▸ EXERCISE
Read through the entries below and return each line with the word "flat".
++++ GIVEN INFORMATION
import { describe, expect, test } from 'vitest';
import { nominalUnit, type Unit } from '../../../sim/hardware/draw.ts';
import {
  exactNoisePower, gridFactorOf, gridNoisePower, gridNoisePowerRatio, type NoiseCorners,
} from '../../../sim/hardware/grid.ts';
import { poleWeights } from '../../../sim/hardware/pole.ts';
import { exact, standProbe } from './stand.ts';

/** An amplifier of gain 1, so that its corner is the gain-bandwidth product. */
function unitOf({ sensorHz, amplifierHz, filterHz, filterOrder }: NoiseCorners): Unit {
  const unit = nominalUnit(standProbe());
  return {
    ...unit, sensor: { ...unit.sensor, bandwidth_kHz: sensorHz / 1e3 },
    amplifier: {
      ...unit.amplifier, gain: 1, bandwidth_kHz: filterHz / 1e3, filterOrder,
      gainBandwidth_MHz: amplifierHz === Infinity ? null : amplifierHz / 1e6,
    },
  };
}

function twoPoles(sensorHz: number, filterHz: number): NoiseCorners {
  return { sensorHz, amplifierHz: Infinity, filterHz, filterOrder: 1 };
}

test('the default is 16 steps for one period of the higher corner', () => {
  // 16 * 50 kHz / 50 kHz
  expect(gridFactorOf(standProbe())).toEqual({ factor: 16, warning: null });
  const fast = standProbe();
  fast.amplifier.bandwidth_kHz = exact(51);
  expect(gridFactorOf(fast).factor).toBe(17);
  const slow = standProbe();
  slow.sensor.bandwidth_kHz = exact(1);
  slow.amplifier.bandwidth_kHz = exact(1);
  expect(gridFactorOf(slow).factor).toBe(1);
  const round = standProbe();
  round.converter.rate_kHz = 0.3;
  round.sensor.bandwidth_kHz = exact(0.1 * 3);
  round.amplifier.bandwidth_kHz = exact(0.1);
  expect(gridFactorOf(round).factor).toBe(16);
});

test('a given factor is kept; a coarser one brings a warning with the error in noise power', () => {
  const probe = standProbe();
  probe.gridFactor = 40;
  expect(gridFactorOf(probe)).toEqual({ factor: 40, warning: null });
  probe.gridFactor = 2;
  const { factor, warning } = gridFactorOf(probe);
  expect(factor).toBe(2);
  const percent = 100 * (gridNoisePowerRatio(nominalUnit(probe), 1 / 100e3) - 1);
  expect(Math.abs(percent)).toBeGreaterThan(5);
  expect(warning).toContain(`${Math.abs(percent).toPrecision(2)} %`);
  expect(warning).toContain('16 are usual');
});

test('corners far above the A/D rate do not ask for an endless grid, and say so', () => {
  const probe = standProbe();
  probe.converter.rate_kHz = 0.001;
  const { factor, warning } = gridFactorOf(probe);
  expect(factor).toBe(4096);
  expect(warning).toContain('800000 are usual');
});

test('a fast amplifier, an eddy pole or a steep filter ask for no finer grid', () => {
  const probe = standProbe();
  probe.amplifier.gainBandwidth_MHz = exact(100);
  probe.amplifier.filterOrder = 4;
  probe.core.eddy_kHz = exact(1000);
  expect(gridFactorOf(probe)).toEqual({ factor: 16, warning: null });
});

describe('noise power', () => {
  test('exact: of two poles f2/(f1 + f2), of three equal ones 3/8, behind a steep filter pi/2n/sin(pi/2n)', () => {
    for (const [sensorHz, filterHz] of [[1, 1], [1000, 1], [1, 1000], [50e3, 20e3]]) {
      // trapezia: far below 1e-12; the ends are cut at e^-40
      expect(exactNoisePower(twoPoles(sensorHz, filterHz)) / (filterHz / (sensorHz + filterHz))).toBeCloseTo(1, 11);
    }
    // integral of (1 + x^2)^-3 is 3 pi/16, over pi/2
    expect(exactNoisePower({ sensorHz: 7, amplifierHz: 7, filterHz: 7, filterOrder: 1 })).toBeCloseTo(3 / 8, 11);
    for (const order of [2, 3, 4]) {
      // integral of 1/(1 + x^2n) is (pi/2n)/sin(pi/2n); a sensor 1e6 times as wide changes that by 1e-6 at most
      const share = exactNoisePower({ sensorHz: 1e6, amplifierHz: Infinity, filterHz: 1, filterOrder: order });
      const expected = (Math.PI / 2 / order / Math.sin(Math.PI / 2 / order)) / ((Math.PI / 2) * 1e6);
      expect(Math.abs(share / expected - 1)).toBeLessThan(2e-6);
    }
  });

  test('on the grid, two poles: closed form from the recursion of variances', () => {
    for (const [sensorHz, filterHz, steps] of [[1, 1, 16], [5, 1, 80], [1, 5, 16], [1, 1, 1], [8, 1, 2]]) {
      const rho = poleWeights(sensorHz, 1 / steps).keep;
      const { keep, k1, k0 } = poleWeights(filterHz, 1 / steps);
      // y = keep y' + k1 x + k0 x': correlation of y with x, then the variance of y
      const cross = (k1 + k0 * rho) / (1 - keep * rho);
      const own = k1 * k1 + k0 * k0 + 2 * k1 * k0 * rho;
      const variance = (2 * keep * cross * (k1 * rho + k0) + own) / ((1 - keep) * (1 + keep));
      expect(gridNoisePower(unitOf(twoPoles(sensorHz, filterHz)), 1 / steps) / variance).toBeCloseTo(1, 11);
    }
  });

  test('comes to the exact one with the square of the step', () => {
    for (const steps of [256, 512, 1024]) {
      const unit = unitOf(twoPoles(1, 3));
      const coarse = gridNoisePowerRatio(unit, 1 / steps) - 1;
      const fine = gridNoisePowerRatio(unit, 1 / (2 * steps)) - 1;
      // (2h)^2/h^2 = 4, less what the next even order adds: (2 pi 3/256)^2 = 0.5 % of it
      expect(coarse / fine).toBeGreaterThan(3.95);
      expect(coarse / fine).toBeLessThan(4.05);
    }
  });

  test('with 16 steps for one period of the higher of two corners it is right within 1.3 %', () => {
    // worst against a far lower pole, which sees the density at f = 0 only: on the grid that is
    // h * sum rho^|n| = h coth(r/2) instead of 2 tau, a factor (r/2) coth(r/2) < 1 + r^2/12, r = 2 pi/16
    for (let decade = -3; decade <= 3; decade += 0.1) {
      const other = 10 ** decade;
      const ratio = gridNoisePowerRatio(unitOf(twoPoles(1, other)), 1 / (16 * Math.max(1, other)));
      expect(Math.abs(ratio - 1)).toBeLessThan((2 * Math.PI / 16) ** 2 / 12);
    }
  });

  test('a coarser grid folds more noise into what a lower filter lets through', () => {
    const unit = unitOf(twoPoles(1, 0.5));
    expect(gridNoisePowerRatio(unit, 1)).toBeGreaterThan(gridNoisePowerRatio(unit, 1 / 4));
    expect(gridNoisePowerRatio(unit, 1 / 4)).toBeGreaterThan(gridNoisePowerRatio(unit, 1 / 16));
    expect(gridNoisePowerRatio(unit, 1 / 16)).toBeGreaterThan(1);
  });

  test('a gain-bandwidth corner above the sensor leaves the error of 16 steps where it was', () => {
    const bound = (2 * Math.PI / 16) ** 2 / 12;
    for (const filterOrder of [1, 2, 3, 4]) {
      for (const filterHz of [0.01, 0.3, 1]) {
        for (let decade = 0; decade <= 5; decade += 0.25) {
          const unit = unitOf({ sensorHz: 1, amplifierHz: 10 ** decade, filterHz, filterOrder });
          expect(Math.abs(gridNoisePowerRatio(unit, 1 / 16) - 1)).toBeLessThan(bound);
        }
      }
    }
  });
});
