/** A made-up probe (test stand for tram door drives, +-30 A) that the hardware tests bend to their needs. */
import type { Toleranced } from '../../../sim/probe/describe.ts';
import type { CurrentSpec, Probe, Scenario } from '../../../sim/probe/fields.ts';
import { probeOf, quietProbe } from '../probes.ts';

export function exact(nominal: number): Toleranced {
  return { nominal, tolerance: 0 };
}

export function standScenario(current: CurrentSpec, change: Partial<Scenario> = {}): Scenario {
  return {
    name: 'run', about: '', current, duration_ms: 10, judgeFrom_ms: 0, settle_ms: 0, temperature_C: 25, ambient: [],
    supply_V: null, supplySag_mV_per_s: 0, outerField_uT: 0, neighbour_A: 0, coil: null, events: [], long: false,
    ...change,
  };
}

const STAND = probeOf(quietProbe({
  name: 'door drive',
  sensor: { sensitivity_mV_per_mT: 50, rest_V: 2.5, bandwidth_kHz: 50 },
  coupling: {},
  amplifier: { gain: 1.5, virtualGround_V: 2.5, bandwidth_kHz: 20 },
  converter: { bits: 12, rate_kHz: 50, reference_V: 5 },
  thermometer: { element: 'linear' },
}));

/** Without chain, scenarios and requirements: the hardware only. Coupling and thermometer are left out. */
export function standProbe(): Probe {
  return {
    ...structuredClone(STAND), coupling: null, thermometer: null, gridFactor: null, chain: [], scenarios: [],
    requirements: [],
  };
}

/** The parts that standProbe leaves out, with default values. */
export function standCoupling(): NonNullable<Probe['coupling']> {
  return structuredClone(STAND.coupling!);
}

export function standThermometer(): NonNullable<Probe['thermometer']> {
  return structuredClone(STAND.thermometer!);
}
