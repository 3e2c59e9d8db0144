import fc from 'fast-check';
import { mkdtempSync, rmSync, writeFileSync } from 'node:fs';
import { tmpdir } from 'node:os';
import { join } from 'node:path';
import { fileURLToPath } from 'node:url';
import { describe, expect, test } from 'vitest';
import { fitMaterial } from '../../../sim/hardware/loopfit.ts';
import { readLoop, type MeasuredLoop } from '../../../sim/hardware/looptable.ts';
import { nonNegativeLeastSquares } from '../../../sim/hardware/nonnegative.ts';
import { PlayCircuit } from '../../../sim/hardware/playcircuit.ts';
import type { PlayMaterial } from '../../../sim/hardware/playmaterial.ts';

const REFERENCES = fileURLToPath(new URL('../../references/', import.meta.url));

/** Of the three inner loops 7 rows each: tip, remanence, coercivity, tip, remanence, coercivity, tip. */
const INNER_ROWS = 7;
const INNER = 3;

function ring(material: PlayMaterial, fields: ArrayLike<number>): Float64Array {
  const values = Float64Array.from(fields);
  new PlayCircuit(material, 1, 0).process(values, values.length);
  return values;
}

function part(loop: MeasuredLoop, from: number, to: number): MeasuredLoop {
  return {
    name: loop.name, fieldAmperesPerMetre: loop.fieldAmperesPerMetre.slice(from, to), tesla: loop.tesla.slice(from, to),
  };
}

function rmsOverHighest(got: Float64Array, expected: Float64Array): number {
  const highest = expected.reduce((most, tesla) => Math.max(most, Math.abs(tesla)), 0);
  return Math.sqrt(got.reduce((sum, tesla, i) => sum + (tesla - expected[i]) ** 2, 0) / got.length) / highest;
}

/** Where a falling branch from `top` passes zero. */
function coercivityOf(material: PlayMaterial, top: number): number {
  const fields = Array.from({ length: 20001 }, (_, i) => top - (2 * top * i) / 20000);
  return -fields[ring(material, fields).findIndex((tesla) => tesla <= 0)];
}

describe('measured loops of an MnZn ferrite (romanszewczyk/JAmodel, MIT licence, beside the file)', () => {
  const measured = readLoop('ferriteloops.csv', REFERENCES);
  const largest = part(measured, INNER * INNER_ROWS, Infinity);

  test.each([2000, 6000])('all loops fitted at once, permeability %s: rms error and coercivity', (permeability) => {
    const { material, rmsErrorTesla } = fitMaterial(measured, permeability);
    const got = ring(material, measured.fieldAmperesPerMetre);
    const [from, to] = [INNER * INNER_ROWS, got.length];
    expect(rmsOverHighest(got.slice(from, to), measured.tesla.slice(from, to))).toBeLessThan(0.08);
    for (let k = 0; k < INNER; k++) {
      const rows: [number, number] = [k * INNER_ROWS, (k + 1) * INNER_ROWS];
      expect(rmsOverHighest(got.slice(...rows), measured.tesla.slice(...rows))).toBeLessThan(0.15);
    }
    // what the fit says of itself is what the circuit does; rounding only
    expect(Math.abs(rmsErrorTesla / rmsOverHighest(got, measured.tesla) / 0.314709 - 1)).toBeLessThan(1e-6);
    for (const [top, falling, rising] of [
      [7.981, 0.853, 0.837], [15.972, 2.357, 2.340], [39.926, 4.411, 4.235], [79.852, 5.150, 4.780]]) {
      expect(Math.abs(coercivityOf(material, top) / ((falling + rising) / 2) - 1)).toBeLessThan(0.3);
    }
  });

  test('the largest loop alone foretells the tips of the inner ones within 15 % of the highest flux density', () => {
    const { material } = fitMaterial(largest, 4000);
    expect(rmsOverHighest(ring(material, largest.fieldAmperesPerMetre), largest.tesla)).toBeLessThan(0.08);
    for (let k = 0; k < INNER; k++) {
      const [field, tesla] = [measured.fieldAmperesPerMetre[k * INNER_ROWS], measured.tesla[k * INNER_ROWS]];
      expect(Math.abs(ring(material, [field])[0] - tesla)).toBeLessThan(0.15 * tesla);
    }
  });

  test('the initial slope is the permeability asked for', () => {
    const { material } = fitMaterial(measured, 6000);
    // the curve bends by E/knee, and no operator moves below the first threshold
    expect(Math.abs(ring(material, [1e-6])[0] / 1e-6 / 1.25663706127e-6 / 6000 - 1)).toBeLessThan(1e-5);
  });

  test('a loop that the model cannot follow is refused: turned over, or a permeability far too high', () => {
    const turned = { ...largest, tesla: largest.tesla.map((tesla) => -tesla) };
    expect(() => fitMaterial(turned, 4000)).toThrow(/core\.play\.loopFile/);
    expect(() => fitMaterial(largest, 1e5)).toThrow(/allowed 10 %/);
    const flat = { ...largest, tesla: largest.fieldAmperesPerMetre.map((field) => 1e-3 * field) };
    expect(() => fitMaterial(flat, 700)).toThrow(/encloses an area/);
  });
});

describe('non-negative least squares', () => {
  test('meets the conditions of Karush, Kuhn and Tucker on random positive definite problems', () => {
    const five = { minLength: 5, maxLength: 5 };
    const vector = fc.array(fc.double({ min: -1, max: 1, noNaN: true }), five);
    fc.assert(fc.property(fc.array(vector, five), vector, (root, right) => {
      // root' root + 1 has eigenvalues from 1 to 26
      const matrix = root.map((_, i) => Float64Array.from(root, (_row, j) =>
        root.reduce((sum, row) => sum + row[i] * row[j], i === j ? 1 : 0)));
      const x = nonNegativeLeastSquares(matrix, Float64Array.from(right));
      x.forEach((value, i) => {
        const gradient = matrix[i].reduce((sum, entry, j) => sum + entry * x[j], -right[i]);
        expect(value).toBeGreaterThanOrEqual(0);
        // still to 1e-10 of the largest, times the largest row sum
        if (value > 0) expect(Math.abs(gradient)).toBeLessThan(1e-8);
        else expect(gradient).toBeGreaterThan(-1e-8);
      });
    }));
  });
});

describe('loop file', () => {
  function withFile(text: string, use: (folder: string) => void): void {
    const folder = mkdtempSync(join(tmpdir(), 'loop-'));
    try {
      writeFileSync(join(folder, 'loop.csv'), text);
      use(folder);
    } finally {
      rmSync(folder, { recursive: true });
    }
  }

  const rows = Array.from({ length: 20 }, (_, i) => `${20 - i},${0.01 * i}`).join('\n');

  test('other units, three columns and too few rows are refused, with the place', () => {
    withFile(`H (kA/m),B (T)\n${rows}\n`, (folder) =>
      expect(() => readLoop('loop.csv', folder)).toThrow(/loop\.csv.*"kA\/m".*allowed A\/m/));
    withFile('H,B,T\n1,2,3\n', (folder) => expect(() => readLoop('loop.csv', folder)).toThrow(/3 columns/));
    withFile('H,B\n1,2\n0,1\n', (folder) => expect(() => readLoop('loop.csv', folder)).toThrow(/2 rows/));
  });

  test('without units the columns are taken as A/m and T', () => {
    withFile(`${rows}\n`, (folder) => expect(readLoop('loop.csv', folder).fieldAmperesPerMetre[1]).toBe(19));
  });
});
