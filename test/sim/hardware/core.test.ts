import fc from 'fast-check';
import { expect, test } from 'vitest';
import { teslaPerAmpere } from '../../../sim/hardware/core.ts';

function fieldTesla(turns: number, amperes: number, gap_mm: number, path_mm: number, permeability: number): number {
  return amperes * teslaPerAmpere({ turns, gap_mm, path_mm, permeability });
}

test.each([
  // computed in Python from B = mu0 N I/(lg + lc/mur) with mu0 = 4 pi e-7, which is within 2e-10 of CODATA 2022
  [100, 2, 80, 2200, 61.709855695514], [10, 1, 60, 2000, 12.200359819766], [30, 3, 100, 2300, 12.386851034154],
])('%s A, gap %s mm, path %s mm, permeability %s -> %s mT', (amperes, gap, path, permeability, milliTesla) => {
  expect(Math.abs(1e3 * fieldTesla(1, amperes, gap, path, permeability) / milliTesla - 1)).toBeLessThan(1e-9);
});

test('textbook core: 1 T needs 0.80 A in 500 turns', () => {
  // Fitzgerald, Kingsley, Umans, "Electric Machinery", example 1.1 (from memory): printed to two figures, so 1 %
  expect(Math.abs(fieldTesla(500, 0.8, 0.5, 300, 70000) - 1)).toBeLessThan(0.01);
});

test('textbook toroid: 0.2 T needs 6.5915 A in 100 turns', () => {
  // classic problem: mean diameter 10 cm, permeability 100, gap 1 mm, full core length; current computed by hand
  expect(Math.abs(fieldTesla(100, 6.5915, 1, 100 * Math.PI, 100) / 0.2 - 1)).toBeLessThan(1e-5);
});

test('relative to an ideal core the field is low by (path/permeability)/(gap + path/permeability)', () => {
  fc.assert(fc.property(fc.double({ min: 0.01, max: 100, noNaN: true }), fc.double({ min: 1, max: 2000, noNaN: true }),
    fc.double({ min: 1, max: 1e6, noNaN: true }), (gap, path, permeability) => {
      const ideal = (4e-7 * Math.PI) / (gap * 1e-3);
      const low = path / permeability / (gap + path / permeability);
      // 1e-9: the two values of mu0
      expect(Math.abs(fieldTesla(1, 1, gap, path, permeability) / ideal - (1 - low))).toBeLessThan(1e-9);
    }));
});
++++++++
▸ EXERCISE OUTPUT
    const flat = { ...largest, tesla: largest.fieldAmperesPerMetre.map((field) => 1e-3 * field) };
    expect(() => fitMaterial(flat, 700)).toThrow(/encloses an area/);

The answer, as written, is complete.